→ Task brief
State only how many lines of the records contain the string "position".
╭─ Provided records
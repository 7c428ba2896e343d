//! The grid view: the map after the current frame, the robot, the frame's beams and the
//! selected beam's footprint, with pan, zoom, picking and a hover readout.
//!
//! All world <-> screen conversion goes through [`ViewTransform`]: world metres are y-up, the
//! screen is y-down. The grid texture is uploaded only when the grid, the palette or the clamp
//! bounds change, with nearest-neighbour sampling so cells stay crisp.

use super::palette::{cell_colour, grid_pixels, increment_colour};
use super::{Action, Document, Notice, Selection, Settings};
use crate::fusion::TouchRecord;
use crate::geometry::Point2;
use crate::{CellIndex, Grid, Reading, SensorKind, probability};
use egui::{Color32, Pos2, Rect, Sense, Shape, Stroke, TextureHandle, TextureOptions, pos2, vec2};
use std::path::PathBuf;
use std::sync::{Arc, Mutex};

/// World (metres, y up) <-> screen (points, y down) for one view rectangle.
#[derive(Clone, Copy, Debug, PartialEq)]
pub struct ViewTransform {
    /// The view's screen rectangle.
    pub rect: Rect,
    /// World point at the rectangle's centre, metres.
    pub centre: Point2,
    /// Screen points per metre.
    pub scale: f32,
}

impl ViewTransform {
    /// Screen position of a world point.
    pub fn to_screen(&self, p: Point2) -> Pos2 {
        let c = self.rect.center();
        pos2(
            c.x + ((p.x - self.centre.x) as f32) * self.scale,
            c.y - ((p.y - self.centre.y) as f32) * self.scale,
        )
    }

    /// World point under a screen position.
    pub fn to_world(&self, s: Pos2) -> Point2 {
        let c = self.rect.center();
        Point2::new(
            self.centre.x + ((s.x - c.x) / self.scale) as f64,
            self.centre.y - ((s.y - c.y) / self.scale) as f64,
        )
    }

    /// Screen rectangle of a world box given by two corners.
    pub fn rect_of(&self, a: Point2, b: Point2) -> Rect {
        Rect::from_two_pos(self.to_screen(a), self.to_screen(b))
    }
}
╰─
→ Exercise output
2